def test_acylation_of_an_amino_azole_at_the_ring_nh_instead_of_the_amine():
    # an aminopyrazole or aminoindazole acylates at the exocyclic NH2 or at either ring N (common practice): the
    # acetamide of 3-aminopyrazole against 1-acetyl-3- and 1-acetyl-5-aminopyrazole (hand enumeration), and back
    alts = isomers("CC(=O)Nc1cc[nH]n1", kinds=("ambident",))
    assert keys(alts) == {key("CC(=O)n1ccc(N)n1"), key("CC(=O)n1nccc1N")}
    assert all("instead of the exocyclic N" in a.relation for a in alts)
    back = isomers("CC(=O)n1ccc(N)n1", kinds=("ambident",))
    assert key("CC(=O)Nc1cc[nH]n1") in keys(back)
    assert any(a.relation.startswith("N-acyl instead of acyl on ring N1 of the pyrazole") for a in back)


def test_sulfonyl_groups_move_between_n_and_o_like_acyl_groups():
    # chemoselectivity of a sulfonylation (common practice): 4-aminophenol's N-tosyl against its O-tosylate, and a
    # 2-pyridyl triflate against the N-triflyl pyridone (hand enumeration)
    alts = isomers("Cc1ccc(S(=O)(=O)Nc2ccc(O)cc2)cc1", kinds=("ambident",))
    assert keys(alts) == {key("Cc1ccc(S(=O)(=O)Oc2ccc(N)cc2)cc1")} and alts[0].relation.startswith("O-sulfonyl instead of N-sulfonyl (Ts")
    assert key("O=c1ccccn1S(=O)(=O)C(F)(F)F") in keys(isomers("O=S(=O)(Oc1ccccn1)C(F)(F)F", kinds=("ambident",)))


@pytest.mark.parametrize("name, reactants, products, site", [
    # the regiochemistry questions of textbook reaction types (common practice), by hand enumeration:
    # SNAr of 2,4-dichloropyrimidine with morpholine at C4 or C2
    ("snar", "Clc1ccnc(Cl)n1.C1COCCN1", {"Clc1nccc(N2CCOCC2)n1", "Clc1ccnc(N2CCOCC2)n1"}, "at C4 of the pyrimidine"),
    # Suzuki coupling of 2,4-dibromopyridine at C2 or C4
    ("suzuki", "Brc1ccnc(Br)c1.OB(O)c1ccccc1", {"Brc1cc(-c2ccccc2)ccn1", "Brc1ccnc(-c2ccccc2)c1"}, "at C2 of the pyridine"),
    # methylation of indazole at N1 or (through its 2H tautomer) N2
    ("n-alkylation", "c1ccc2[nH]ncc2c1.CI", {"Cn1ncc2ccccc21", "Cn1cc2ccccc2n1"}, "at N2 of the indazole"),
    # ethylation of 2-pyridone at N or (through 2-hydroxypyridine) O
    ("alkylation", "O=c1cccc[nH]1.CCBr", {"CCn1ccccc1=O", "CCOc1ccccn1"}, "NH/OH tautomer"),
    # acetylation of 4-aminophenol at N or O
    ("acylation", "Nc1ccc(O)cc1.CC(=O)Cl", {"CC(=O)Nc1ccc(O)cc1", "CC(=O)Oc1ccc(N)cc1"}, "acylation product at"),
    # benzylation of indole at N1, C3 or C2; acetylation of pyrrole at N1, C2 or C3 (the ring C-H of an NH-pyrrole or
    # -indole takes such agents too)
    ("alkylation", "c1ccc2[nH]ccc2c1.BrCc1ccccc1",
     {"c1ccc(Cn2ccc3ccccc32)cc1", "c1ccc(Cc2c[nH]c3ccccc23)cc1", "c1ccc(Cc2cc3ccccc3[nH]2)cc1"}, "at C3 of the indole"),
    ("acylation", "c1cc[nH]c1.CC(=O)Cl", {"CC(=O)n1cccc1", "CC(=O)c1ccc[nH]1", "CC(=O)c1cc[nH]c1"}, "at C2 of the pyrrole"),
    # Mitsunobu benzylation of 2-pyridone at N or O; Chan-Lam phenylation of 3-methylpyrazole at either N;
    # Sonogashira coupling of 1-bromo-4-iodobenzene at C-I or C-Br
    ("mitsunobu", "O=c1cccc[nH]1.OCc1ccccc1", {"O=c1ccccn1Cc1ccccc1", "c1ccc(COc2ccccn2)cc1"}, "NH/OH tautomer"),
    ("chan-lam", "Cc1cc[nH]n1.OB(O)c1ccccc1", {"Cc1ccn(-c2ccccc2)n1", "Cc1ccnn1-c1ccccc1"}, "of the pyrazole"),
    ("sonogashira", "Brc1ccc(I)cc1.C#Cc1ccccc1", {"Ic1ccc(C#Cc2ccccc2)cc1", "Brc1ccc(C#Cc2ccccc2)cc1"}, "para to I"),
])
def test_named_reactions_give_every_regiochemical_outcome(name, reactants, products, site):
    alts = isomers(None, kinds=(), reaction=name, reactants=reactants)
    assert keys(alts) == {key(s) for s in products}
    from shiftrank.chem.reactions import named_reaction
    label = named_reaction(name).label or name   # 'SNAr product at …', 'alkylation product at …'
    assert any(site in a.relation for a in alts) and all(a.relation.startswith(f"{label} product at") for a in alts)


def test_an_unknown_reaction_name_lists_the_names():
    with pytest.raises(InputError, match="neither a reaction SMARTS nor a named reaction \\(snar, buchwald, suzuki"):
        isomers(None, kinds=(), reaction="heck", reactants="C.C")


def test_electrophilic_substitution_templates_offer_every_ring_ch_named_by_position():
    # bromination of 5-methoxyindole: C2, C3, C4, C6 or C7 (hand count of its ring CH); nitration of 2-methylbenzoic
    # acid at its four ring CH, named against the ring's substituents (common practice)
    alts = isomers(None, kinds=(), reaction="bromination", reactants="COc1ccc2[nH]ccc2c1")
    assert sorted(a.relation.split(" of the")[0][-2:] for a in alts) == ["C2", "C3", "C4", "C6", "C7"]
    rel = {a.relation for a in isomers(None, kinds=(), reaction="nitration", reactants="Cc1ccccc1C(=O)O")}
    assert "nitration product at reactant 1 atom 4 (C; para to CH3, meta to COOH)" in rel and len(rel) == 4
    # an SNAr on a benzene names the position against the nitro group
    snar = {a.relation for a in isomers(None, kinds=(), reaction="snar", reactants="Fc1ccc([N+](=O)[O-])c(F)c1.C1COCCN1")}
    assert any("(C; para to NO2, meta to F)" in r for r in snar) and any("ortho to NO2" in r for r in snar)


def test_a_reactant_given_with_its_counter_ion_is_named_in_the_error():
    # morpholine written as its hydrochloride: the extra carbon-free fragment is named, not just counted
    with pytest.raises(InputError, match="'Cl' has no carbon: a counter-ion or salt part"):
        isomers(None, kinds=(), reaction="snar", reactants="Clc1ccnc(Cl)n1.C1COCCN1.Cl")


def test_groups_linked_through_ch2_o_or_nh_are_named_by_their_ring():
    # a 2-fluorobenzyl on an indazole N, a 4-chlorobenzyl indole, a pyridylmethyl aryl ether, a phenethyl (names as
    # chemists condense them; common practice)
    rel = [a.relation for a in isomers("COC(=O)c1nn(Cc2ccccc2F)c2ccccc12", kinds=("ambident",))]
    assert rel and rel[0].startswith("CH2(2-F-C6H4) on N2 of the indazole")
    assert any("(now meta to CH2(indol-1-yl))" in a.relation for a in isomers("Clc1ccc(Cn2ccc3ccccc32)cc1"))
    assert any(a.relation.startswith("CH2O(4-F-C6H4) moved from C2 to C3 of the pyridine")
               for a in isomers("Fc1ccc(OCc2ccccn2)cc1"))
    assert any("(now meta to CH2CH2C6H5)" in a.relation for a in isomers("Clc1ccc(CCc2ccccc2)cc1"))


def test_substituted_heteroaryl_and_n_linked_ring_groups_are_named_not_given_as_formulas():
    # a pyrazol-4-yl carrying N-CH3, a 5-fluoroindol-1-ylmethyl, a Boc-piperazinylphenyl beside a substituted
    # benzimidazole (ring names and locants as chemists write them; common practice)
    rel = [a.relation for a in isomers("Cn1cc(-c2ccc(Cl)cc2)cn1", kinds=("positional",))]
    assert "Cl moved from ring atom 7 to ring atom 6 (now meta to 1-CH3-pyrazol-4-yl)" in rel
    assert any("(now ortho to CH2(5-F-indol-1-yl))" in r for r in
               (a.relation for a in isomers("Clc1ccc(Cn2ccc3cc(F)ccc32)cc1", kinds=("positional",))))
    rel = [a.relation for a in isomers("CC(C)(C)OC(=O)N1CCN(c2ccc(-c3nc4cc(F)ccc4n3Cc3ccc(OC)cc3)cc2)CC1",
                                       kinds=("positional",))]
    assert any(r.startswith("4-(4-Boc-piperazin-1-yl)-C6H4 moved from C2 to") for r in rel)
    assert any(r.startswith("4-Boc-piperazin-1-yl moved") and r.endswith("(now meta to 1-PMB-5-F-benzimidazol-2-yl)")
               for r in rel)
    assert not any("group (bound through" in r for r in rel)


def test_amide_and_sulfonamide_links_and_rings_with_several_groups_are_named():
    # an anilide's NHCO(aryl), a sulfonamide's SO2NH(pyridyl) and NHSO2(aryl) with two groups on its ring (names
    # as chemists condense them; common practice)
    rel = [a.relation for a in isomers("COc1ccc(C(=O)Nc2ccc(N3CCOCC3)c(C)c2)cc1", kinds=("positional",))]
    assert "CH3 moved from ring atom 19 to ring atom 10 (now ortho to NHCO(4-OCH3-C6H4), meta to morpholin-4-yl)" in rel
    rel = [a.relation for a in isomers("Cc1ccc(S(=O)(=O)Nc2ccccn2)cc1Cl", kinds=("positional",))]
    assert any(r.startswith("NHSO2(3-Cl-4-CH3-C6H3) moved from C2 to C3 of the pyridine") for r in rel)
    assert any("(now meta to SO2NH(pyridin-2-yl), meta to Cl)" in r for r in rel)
====
**WHAT IS BEING ASKED:**
Of the lines above, output exactly those from the line bearing "assert any(site in" through the line bearing "# bromination of", inclusive.

**TASK ANSWER:**
    assert any(site in a.relation for a in alts) and all(a.relation.startswith(f"{label} product at") for a in alts)


def test_an_unknown_reaction_name_lists_the_names():
    with pytest.raises(InputError, match="neither a reaction SMARTS nor a named reaction \\(snar, buchwald, suzuki"):
        isomers(None, kinds=(), reaction="heck", reactants="C.C")


def test_electrophilic_substitution_templates_offer_every_ring_ch_named_by_position():
    # bromination of 5-methoxyindole: C2, C3, C4, C6 or C7 (hand count of its ring CH); nitration of 2-methylbenzoic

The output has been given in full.